Directions
In the entries below, find the lines that contain the word "setTyped" and copy them.

Data shown
------

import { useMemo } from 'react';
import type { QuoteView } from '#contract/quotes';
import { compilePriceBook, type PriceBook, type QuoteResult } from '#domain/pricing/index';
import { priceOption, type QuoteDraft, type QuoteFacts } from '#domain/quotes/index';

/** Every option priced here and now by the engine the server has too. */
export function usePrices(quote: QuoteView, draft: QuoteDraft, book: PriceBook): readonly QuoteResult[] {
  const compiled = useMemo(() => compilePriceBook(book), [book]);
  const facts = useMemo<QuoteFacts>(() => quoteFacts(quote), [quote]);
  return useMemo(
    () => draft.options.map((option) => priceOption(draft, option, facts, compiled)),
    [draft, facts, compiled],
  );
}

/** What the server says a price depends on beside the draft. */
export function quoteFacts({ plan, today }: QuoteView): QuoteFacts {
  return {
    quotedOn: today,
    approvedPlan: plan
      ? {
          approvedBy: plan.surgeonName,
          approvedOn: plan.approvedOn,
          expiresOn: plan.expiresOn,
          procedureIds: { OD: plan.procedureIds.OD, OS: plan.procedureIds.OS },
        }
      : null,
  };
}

------

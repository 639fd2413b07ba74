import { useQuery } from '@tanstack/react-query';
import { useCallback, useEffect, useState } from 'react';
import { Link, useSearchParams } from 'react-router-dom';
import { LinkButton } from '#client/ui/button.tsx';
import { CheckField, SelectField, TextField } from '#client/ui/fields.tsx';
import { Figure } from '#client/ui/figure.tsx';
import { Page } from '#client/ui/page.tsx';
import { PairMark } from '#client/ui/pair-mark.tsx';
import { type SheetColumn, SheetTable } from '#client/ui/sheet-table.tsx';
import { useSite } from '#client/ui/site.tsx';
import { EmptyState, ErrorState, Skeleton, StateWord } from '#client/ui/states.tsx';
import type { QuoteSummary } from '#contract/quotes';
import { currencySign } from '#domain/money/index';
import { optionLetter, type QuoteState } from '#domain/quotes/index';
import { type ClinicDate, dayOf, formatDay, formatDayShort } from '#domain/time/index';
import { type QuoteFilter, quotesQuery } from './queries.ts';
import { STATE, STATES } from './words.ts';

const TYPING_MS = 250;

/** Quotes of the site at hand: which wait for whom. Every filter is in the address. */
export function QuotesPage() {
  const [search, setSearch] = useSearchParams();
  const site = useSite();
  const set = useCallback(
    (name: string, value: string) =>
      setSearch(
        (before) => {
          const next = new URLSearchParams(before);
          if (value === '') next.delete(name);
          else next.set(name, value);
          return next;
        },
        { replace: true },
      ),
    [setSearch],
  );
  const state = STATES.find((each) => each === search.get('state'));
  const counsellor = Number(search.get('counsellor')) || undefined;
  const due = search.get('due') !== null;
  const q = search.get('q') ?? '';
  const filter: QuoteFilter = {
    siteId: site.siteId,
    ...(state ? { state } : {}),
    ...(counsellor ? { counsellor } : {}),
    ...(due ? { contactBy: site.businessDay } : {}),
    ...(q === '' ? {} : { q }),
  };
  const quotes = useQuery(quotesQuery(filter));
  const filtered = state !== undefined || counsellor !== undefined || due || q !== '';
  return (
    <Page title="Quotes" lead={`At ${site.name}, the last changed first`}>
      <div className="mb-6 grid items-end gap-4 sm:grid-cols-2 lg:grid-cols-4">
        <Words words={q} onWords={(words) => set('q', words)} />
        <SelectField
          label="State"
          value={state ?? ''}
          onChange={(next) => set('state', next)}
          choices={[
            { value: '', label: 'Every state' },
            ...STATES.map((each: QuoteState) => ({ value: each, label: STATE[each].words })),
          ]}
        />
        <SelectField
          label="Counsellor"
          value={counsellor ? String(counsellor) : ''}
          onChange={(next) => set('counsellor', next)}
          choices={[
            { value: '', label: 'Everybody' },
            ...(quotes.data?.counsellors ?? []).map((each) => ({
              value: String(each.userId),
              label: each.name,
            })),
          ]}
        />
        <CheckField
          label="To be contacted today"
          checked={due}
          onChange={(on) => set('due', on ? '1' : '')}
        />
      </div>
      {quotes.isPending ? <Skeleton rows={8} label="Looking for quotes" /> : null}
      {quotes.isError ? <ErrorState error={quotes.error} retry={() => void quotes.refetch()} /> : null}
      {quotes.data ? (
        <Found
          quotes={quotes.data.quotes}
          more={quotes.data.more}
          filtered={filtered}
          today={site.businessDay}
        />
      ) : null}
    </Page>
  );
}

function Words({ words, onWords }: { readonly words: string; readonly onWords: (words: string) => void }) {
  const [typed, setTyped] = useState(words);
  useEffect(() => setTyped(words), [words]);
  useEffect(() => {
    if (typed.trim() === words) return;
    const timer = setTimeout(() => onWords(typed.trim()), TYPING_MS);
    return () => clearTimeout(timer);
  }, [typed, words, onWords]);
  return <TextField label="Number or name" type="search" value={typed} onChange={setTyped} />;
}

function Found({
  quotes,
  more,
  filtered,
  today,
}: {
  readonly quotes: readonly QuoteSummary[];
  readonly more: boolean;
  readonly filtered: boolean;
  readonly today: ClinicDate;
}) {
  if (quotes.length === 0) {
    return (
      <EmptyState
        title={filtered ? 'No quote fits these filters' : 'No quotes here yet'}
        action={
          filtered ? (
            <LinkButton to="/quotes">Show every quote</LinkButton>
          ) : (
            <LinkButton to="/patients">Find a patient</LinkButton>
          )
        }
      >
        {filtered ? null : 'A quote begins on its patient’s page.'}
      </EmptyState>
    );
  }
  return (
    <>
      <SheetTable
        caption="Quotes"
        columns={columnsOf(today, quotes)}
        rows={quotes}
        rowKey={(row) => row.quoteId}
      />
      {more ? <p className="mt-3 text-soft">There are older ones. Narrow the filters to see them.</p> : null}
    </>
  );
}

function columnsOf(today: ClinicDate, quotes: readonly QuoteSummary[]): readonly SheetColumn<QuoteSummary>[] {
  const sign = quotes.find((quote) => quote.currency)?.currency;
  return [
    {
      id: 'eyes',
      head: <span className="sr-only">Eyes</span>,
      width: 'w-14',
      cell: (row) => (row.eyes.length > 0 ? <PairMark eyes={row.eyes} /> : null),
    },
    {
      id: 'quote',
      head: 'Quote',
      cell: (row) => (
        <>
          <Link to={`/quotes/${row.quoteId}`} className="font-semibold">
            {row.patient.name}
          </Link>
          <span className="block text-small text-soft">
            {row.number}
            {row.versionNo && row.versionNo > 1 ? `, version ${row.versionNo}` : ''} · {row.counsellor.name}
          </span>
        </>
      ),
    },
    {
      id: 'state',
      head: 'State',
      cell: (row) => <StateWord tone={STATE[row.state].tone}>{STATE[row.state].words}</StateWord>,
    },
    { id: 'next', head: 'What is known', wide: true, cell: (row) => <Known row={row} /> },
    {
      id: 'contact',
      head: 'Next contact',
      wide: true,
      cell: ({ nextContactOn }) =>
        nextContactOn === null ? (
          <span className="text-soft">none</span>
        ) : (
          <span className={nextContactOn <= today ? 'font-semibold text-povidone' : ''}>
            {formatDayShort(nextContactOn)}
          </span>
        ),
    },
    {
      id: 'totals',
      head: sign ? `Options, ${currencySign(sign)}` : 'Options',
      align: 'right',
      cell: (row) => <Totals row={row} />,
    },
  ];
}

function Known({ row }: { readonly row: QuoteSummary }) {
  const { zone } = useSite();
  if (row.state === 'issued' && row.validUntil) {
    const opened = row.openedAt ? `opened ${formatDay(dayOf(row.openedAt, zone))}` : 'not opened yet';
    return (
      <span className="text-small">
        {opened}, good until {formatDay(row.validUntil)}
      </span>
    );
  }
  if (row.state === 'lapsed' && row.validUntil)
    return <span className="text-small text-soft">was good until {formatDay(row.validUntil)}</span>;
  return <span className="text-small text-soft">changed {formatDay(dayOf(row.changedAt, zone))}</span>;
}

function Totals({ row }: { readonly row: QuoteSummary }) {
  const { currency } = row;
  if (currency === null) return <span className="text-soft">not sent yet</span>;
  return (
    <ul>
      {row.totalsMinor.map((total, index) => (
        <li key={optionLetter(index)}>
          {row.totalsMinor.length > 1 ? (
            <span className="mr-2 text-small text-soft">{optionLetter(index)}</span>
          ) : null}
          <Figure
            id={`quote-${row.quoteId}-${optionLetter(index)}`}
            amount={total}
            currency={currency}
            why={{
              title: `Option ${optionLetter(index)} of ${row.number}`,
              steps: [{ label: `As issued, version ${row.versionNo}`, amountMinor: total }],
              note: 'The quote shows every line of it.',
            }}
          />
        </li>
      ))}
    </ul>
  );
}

------

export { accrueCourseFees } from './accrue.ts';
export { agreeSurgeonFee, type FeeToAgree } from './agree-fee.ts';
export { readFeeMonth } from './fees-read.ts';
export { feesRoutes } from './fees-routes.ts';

------

Exercise answer
  const [typed, setTyped] = useState(words);
  useEffect(() => setTyped(words), [words]);
  return <TextField label="Number or name" type="search" value={typed} onChange={setTyped} />;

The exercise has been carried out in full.